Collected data

_ _ _ _ _ _ _

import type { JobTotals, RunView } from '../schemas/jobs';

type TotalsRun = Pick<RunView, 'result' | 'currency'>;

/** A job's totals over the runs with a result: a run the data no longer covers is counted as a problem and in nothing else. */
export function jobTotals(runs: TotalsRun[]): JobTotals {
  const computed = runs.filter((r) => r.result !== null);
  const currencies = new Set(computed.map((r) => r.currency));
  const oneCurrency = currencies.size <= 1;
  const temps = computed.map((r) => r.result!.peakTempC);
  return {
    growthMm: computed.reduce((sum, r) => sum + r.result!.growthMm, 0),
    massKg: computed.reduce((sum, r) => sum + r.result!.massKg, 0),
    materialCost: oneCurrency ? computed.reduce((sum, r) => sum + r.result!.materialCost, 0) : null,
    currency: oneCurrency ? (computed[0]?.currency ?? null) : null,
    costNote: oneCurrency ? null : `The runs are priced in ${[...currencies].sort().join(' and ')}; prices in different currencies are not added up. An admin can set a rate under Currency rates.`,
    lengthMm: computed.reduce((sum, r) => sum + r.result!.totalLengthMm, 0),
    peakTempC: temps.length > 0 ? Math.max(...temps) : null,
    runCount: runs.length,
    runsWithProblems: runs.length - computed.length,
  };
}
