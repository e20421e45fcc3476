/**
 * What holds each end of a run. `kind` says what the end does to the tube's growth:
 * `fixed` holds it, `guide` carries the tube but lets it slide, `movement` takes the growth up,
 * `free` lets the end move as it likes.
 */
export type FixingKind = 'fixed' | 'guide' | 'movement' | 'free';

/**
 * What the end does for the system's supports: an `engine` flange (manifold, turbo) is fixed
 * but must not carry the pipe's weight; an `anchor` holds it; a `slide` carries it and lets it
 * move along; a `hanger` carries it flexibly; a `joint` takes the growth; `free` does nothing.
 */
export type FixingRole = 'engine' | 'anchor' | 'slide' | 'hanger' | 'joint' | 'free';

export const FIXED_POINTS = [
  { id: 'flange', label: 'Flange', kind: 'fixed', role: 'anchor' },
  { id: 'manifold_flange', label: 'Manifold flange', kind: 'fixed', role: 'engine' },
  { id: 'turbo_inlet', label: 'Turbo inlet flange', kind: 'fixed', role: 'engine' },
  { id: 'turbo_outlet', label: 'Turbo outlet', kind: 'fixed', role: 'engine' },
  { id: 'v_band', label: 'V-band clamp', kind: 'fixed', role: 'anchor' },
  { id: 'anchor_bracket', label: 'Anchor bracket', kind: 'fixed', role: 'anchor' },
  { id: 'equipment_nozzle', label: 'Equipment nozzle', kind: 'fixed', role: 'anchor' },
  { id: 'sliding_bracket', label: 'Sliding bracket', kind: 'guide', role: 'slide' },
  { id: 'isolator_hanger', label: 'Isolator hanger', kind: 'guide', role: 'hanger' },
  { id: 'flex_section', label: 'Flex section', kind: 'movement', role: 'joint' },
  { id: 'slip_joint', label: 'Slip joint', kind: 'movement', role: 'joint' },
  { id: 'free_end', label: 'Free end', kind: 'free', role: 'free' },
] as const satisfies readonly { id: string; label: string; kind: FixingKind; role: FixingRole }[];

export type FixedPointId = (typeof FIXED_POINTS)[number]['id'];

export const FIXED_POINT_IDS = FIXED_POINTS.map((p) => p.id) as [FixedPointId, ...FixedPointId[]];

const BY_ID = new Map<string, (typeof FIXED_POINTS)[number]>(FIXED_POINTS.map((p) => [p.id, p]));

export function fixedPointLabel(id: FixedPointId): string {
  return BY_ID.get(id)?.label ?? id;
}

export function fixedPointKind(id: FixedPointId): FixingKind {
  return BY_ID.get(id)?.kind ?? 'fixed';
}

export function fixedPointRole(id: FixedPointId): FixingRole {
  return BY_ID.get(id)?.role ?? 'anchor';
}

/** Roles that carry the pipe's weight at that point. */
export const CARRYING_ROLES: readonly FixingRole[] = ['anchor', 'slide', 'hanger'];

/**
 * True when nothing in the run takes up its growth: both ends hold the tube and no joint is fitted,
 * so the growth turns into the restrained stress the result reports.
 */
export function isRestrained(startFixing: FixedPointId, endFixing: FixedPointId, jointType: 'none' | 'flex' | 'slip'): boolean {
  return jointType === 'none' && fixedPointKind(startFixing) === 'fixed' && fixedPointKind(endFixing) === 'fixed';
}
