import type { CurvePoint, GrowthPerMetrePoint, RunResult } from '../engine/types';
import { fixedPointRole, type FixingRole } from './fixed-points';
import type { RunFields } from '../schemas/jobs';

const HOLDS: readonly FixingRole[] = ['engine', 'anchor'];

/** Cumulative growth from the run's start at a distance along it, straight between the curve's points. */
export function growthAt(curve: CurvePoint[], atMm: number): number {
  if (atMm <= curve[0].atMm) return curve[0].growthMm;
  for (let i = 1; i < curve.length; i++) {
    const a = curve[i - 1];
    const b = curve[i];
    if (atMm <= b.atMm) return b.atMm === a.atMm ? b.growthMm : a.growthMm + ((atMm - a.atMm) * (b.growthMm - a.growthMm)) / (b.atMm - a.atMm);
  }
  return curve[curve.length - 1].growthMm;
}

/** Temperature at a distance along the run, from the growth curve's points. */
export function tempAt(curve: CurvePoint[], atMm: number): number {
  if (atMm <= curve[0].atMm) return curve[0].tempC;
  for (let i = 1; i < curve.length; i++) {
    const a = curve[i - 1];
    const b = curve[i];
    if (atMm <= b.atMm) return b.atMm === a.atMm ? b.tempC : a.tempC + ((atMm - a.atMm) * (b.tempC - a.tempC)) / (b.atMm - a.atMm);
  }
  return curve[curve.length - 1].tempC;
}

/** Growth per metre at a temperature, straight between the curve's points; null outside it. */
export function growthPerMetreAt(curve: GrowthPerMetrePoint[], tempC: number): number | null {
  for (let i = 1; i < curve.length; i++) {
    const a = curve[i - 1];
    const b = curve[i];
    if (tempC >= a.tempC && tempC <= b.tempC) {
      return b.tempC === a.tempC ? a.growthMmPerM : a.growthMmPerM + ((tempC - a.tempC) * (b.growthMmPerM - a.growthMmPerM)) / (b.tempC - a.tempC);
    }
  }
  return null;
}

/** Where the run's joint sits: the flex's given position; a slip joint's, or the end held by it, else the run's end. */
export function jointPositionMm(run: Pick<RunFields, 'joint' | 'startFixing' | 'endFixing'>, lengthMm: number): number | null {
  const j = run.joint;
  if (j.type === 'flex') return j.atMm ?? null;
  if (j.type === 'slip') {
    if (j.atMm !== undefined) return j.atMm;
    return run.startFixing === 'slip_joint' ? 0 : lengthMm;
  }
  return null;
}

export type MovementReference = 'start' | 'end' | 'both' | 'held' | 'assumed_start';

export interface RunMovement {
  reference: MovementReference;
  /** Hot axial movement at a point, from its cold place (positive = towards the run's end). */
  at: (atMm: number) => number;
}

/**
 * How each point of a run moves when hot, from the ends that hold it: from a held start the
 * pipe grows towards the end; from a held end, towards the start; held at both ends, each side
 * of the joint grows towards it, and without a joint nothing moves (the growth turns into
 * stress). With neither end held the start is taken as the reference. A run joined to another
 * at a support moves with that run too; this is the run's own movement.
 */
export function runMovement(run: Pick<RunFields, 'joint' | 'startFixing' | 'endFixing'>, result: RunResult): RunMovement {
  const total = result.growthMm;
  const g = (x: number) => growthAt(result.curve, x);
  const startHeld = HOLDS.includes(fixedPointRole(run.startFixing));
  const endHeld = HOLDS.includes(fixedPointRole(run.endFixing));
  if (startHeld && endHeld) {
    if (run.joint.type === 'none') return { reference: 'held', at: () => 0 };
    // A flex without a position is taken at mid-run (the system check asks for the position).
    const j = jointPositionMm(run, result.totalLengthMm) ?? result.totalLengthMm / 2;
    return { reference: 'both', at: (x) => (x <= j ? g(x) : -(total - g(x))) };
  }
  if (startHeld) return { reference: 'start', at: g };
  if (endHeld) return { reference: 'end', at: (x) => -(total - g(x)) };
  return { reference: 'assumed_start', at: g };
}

_ _ _ _ _ _ _

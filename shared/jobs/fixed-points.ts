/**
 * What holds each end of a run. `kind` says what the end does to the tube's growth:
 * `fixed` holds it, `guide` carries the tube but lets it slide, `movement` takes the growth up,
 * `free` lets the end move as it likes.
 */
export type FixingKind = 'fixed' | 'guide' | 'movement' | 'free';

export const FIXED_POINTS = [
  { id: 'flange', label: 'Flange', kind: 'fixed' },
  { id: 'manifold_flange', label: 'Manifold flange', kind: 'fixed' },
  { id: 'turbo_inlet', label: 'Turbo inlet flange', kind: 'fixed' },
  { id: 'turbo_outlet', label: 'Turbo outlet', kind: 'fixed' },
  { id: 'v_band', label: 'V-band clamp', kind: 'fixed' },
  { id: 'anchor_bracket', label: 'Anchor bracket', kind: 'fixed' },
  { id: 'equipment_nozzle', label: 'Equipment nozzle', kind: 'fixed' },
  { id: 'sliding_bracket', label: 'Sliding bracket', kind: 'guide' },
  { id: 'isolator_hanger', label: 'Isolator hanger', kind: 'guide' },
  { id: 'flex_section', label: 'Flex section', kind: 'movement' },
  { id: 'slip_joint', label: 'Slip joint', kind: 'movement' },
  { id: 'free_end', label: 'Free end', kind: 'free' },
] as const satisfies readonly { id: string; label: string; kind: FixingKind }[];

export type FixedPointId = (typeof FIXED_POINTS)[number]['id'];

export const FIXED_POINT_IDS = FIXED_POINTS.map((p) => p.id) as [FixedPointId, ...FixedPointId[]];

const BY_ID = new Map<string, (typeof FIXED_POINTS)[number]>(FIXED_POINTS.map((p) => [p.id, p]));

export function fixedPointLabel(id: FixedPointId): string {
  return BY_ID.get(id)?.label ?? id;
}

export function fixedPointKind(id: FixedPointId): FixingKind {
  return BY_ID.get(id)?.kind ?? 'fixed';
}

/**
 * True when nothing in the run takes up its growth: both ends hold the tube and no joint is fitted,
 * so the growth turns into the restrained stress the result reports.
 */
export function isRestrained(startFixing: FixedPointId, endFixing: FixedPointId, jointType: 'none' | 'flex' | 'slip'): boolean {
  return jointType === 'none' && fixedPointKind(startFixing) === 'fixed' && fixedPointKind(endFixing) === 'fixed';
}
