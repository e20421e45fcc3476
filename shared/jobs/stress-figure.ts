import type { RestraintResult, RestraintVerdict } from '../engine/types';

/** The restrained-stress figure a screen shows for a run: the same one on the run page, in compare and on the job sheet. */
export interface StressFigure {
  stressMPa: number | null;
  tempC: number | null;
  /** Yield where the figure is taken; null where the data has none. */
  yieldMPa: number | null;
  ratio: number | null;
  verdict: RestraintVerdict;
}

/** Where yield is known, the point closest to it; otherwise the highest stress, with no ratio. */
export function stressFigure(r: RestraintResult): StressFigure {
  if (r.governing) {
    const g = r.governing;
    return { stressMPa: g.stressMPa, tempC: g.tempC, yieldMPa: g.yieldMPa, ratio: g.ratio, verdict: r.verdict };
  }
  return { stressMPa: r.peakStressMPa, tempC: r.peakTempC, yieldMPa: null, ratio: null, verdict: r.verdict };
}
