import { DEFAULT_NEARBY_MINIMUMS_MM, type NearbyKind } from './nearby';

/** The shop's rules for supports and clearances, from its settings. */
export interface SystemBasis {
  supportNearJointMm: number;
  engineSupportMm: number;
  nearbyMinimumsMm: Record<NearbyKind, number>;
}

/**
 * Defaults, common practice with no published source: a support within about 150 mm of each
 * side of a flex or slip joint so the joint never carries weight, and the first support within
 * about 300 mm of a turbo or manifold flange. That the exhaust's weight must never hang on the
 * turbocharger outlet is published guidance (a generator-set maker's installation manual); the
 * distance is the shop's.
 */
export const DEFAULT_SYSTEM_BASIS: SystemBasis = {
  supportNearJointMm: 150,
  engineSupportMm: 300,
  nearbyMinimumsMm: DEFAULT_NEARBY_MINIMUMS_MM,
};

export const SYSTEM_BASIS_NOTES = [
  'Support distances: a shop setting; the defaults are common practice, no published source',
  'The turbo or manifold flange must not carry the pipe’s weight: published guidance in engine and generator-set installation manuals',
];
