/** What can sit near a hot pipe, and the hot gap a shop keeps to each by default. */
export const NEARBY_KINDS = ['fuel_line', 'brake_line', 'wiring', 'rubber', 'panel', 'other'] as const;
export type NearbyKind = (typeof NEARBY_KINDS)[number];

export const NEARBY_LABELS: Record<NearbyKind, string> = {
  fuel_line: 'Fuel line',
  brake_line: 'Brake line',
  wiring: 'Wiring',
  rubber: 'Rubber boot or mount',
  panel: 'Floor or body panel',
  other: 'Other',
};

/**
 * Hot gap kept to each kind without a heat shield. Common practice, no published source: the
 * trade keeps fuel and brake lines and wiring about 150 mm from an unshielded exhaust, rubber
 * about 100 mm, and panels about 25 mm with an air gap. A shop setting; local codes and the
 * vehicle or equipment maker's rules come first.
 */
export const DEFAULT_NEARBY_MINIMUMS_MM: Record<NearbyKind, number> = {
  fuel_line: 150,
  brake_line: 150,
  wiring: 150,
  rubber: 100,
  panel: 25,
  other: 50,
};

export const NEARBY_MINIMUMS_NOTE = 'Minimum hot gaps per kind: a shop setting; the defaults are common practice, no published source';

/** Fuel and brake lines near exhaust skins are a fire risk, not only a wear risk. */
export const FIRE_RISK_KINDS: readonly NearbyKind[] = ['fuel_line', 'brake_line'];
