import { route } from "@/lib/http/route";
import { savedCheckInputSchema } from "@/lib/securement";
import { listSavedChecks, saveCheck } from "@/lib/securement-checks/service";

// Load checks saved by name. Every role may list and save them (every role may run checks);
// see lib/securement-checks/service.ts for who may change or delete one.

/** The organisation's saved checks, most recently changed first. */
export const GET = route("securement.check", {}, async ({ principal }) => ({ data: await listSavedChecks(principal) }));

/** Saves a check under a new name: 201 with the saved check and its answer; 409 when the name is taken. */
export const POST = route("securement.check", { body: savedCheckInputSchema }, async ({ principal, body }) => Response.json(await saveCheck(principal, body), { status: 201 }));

_ _ _ _ _ _ _

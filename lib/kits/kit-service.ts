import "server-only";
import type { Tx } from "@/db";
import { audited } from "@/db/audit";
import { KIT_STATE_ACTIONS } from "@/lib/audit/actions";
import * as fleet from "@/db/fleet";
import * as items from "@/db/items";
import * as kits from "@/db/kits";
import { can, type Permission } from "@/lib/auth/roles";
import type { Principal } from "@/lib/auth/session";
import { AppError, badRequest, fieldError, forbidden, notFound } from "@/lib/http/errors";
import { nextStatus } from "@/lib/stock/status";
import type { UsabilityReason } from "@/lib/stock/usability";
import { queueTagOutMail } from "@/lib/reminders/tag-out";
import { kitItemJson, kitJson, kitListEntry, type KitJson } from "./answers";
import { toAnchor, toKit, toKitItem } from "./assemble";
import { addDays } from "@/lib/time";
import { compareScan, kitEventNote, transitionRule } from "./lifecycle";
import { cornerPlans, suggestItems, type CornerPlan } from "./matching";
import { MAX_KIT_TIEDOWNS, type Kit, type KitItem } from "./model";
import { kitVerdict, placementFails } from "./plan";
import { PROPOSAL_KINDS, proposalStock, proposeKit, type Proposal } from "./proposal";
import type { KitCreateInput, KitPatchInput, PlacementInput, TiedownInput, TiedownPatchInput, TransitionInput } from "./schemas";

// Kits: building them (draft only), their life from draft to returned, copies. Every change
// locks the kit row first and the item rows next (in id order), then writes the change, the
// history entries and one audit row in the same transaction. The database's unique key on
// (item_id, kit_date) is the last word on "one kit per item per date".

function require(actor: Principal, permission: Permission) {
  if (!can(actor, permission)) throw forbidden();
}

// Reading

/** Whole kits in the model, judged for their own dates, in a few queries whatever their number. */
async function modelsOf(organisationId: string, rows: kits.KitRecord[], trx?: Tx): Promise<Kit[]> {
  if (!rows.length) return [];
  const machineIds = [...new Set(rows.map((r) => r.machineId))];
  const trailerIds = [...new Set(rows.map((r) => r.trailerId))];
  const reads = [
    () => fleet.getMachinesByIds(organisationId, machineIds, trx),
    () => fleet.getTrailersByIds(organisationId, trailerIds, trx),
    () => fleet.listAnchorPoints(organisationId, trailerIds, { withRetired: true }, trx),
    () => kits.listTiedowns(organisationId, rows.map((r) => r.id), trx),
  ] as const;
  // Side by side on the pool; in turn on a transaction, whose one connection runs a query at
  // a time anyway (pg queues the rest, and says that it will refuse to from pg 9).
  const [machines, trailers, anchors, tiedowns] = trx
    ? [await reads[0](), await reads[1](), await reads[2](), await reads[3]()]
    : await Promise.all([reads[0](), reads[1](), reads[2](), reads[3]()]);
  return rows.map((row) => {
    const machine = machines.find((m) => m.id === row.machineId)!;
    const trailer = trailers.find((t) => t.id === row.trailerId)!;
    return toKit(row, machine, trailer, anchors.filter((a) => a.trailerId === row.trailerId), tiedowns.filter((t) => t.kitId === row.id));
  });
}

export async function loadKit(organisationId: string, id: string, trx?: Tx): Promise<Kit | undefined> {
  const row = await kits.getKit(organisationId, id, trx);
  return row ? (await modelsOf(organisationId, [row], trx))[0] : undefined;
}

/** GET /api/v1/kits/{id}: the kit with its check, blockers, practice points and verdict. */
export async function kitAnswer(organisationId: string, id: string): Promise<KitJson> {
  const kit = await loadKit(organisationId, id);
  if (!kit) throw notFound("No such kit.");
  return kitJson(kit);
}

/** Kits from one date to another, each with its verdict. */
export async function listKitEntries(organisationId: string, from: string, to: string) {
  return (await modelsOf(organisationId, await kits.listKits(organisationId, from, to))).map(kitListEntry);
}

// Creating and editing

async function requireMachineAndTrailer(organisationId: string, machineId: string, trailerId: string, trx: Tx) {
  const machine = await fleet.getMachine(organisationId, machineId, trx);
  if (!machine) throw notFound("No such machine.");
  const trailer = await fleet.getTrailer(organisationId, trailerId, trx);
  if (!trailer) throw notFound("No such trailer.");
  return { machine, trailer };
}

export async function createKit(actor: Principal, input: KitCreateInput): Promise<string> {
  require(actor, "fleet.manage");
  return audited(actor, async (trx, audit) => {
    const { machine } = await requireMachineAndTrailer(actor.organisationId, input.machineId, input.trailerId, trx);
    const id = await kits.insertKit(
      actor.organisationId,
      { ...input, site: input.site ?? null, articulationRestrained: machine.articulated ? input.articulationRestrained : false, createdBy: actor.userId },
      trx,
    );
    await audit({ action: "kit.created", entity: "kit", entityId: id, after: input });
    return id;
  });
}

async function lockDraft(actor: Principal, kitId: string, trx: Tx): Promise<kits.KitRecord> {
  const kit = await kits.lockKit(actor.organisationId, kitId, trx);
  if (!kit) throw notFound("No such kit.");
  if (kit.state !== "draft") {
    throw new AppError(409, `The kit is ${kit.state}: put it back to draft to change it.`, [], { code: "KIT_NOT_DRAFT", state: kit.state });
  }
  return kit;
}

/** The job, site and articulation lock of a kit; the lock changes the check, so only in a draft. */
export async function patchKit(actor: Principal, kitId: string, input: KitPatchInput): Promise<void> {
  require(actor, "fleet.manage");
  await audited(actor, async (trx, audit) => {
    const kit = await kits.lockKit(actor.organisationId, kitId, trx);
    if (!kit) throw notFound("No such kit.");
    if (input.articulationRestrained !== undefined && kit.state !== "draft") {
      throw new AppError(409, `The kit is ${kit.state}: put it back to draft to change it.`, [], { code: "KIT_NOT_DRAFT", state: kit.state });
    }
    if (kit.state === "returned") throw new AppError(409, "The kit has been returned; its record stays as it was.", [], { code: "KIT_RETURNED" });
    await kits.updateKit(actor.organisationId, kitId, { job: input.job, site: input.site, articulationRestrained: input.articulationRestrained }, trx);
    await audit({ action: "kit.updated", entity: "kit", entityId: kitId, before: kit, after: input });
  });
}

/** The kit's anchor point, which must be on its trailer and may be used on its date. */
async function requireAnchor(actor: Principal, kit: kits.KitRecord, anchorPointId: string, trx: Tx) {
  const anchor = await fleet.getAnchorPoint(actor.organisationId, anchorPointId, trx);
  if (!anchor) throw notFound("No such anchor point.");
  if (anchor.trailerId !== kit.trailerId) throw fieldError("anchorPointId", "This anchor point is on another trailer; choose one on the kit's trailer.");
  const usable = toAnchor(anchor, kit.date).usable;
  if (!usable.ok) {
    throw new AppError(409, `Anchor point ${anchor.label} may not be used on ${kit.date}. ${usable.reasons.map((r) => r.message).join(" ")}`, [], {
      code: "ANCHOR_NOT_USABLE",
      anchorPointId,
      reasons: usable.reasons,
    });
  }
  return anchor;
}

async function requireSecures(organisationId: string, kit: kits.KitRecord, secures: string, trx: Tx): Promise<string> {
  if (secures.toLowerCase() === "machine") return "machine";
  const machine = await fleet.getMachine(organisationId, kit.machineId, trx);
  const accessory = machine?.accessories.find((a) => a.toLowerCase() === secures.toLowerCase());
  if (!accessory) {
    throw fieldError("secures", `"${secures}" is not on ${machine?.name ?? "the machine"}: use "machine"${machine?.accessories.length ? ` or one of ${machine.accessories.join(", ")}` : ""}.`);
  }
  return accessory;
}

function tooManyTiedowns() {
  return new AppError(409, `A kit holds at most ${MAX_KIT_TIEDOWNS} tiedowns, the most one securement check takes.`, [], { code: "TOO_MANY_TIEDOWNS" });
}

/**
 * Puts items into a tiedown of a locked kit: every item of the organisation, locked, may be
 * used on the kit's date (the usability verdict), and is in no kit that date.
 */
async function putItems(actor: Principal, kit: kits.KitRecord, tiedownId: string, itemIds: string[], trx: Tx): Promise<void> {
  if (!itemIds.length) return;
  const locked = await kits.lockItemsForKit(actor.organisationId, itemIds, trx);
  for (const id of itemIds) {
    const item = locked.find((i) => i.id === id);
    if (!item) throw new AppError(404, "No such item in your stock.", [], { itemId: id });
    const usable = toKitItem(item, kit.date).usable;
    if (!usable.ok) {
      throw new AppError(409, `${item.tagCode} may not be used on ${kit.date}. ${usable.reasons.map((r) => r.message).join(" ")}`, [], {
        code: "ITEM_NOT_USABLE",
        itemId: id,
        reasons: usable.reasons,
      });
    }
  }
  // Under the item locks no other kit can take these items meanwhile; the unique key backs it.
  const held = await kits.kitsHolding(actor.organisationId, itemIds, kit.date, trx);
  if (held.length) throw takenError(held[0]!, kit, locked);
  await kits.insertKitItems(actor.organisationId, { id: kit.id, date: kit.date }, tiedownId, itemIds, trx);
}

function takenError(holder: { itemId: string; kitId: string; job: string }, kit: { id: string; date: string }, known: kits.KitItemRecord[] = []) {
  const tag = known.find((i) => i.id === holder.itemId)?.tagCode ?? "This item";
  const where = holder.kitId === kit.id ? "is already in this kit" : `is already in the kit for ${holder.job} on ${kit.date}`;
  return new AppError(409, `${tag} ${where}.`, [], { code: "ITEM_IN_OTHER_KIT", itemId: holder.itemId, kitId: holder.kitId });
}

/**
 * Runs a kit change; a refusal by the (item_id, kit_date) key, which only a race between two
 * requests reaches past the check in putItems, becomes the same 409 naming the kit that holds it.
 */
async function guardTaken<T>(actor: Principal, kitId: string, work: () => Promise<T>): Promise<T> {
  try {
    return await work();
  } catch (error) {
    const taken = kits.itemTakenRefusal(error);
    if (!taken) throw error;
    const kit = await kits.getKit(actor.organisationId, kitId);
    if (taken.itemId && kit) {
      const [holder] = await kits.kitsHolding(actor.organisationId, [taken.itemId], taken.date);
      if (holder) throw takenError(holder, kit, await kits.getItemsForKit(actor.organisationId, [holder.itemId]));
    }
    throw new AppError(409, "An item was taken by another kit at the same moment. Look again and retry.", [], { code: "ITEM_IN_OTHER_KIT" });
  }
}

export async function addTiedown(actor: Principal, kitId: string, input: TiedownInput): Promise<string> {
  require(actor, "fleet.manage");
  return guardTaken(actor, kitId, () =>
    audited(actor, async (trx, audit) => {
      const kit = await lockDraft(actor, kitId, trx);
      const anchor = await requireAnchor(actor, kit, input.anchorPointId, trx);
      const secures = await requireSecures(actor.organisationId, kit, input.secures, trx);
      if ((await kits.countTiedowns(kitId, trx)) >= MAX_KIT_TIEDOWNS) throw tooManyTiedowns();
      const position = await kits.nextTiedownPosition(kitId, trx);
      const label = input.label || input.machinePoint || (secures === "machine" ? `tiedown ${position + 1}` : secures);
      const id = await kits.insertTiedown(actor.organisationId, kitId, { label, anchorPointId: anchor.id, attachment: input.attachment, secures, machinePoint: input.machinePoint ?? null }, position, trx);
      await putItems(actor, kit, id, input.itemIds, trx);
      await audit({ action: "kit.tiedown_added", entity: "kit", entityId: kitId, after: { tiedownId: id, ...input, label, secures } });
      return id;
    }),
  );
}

_ _ _ _ _ _ _

PROBLEM REQUIREMENTS
Among the records above, a stretch begins at the line containing "supportNearJointMm: number;" and ends at the line containing "unshielded exhaust, rubber". Restate that stretch word for word, and nothing else.

TASK RESPONSE
  supportNearJointMm: number;
  engineSupportMm: number;
  nearbyMinimumsMm: Record<NearbyKind, number>;
}

/**
 * Defaults, common practice with no published source: a support within about 150 mm of each
 * side of a flex or slip joint so the joint never carries weight, and the first support within
 * about 300 mm of a turbo or manifold flange. That the exhaust's weight must never hang on the
 * turbocharger outlet is published guidance (a generator-set maker's installation manual); the
 * distance is the shop's.
 */
export const DEFAULT_SYSTEM_BASIS: SystemBasis = {
  supportNearJointMm: 150,
  engineSupportMm: 300,
  nearbyMinimumsMm: DEFAULT_NEARBY_MINIMUMS_MM,
};

export const SYSTEM_BASIS_NOTES = [
  'Support distances: a shop setting; the defaults are common practice, no published source',
  'The turbo or manifold flange must not carry the pipe’s weight: published guidance in engine and generator-set installation manuals',
];
/** What can sit near a hot pipe, and the hot gap a shop keeps to each by default. */
export const NEARBY_KINDS = ['fuel_line', 'brake_line', 'wiring', 'rubber', 'panel', 'other'] as const;
export type NearbyKind = (typeof NEARBY_KINDS)[number];

export const NEARBY_LABELS: Record<NearbyKind, string> = {
  fuel_line: 'Fuel line',
  brake_line: 'Brake line',
  wiring: 'Wiring',
  rubber: 'Rubber boot or mount',
  panel: 'Floor or body panel',
  other: 'Other',
};

/**
 * Hot gap kept to each kind without a heat shield. Common practice, no published source: the
 * trade keeps fuel and brake lines and wiring about 150 mm from an unshielded exhaust, rubber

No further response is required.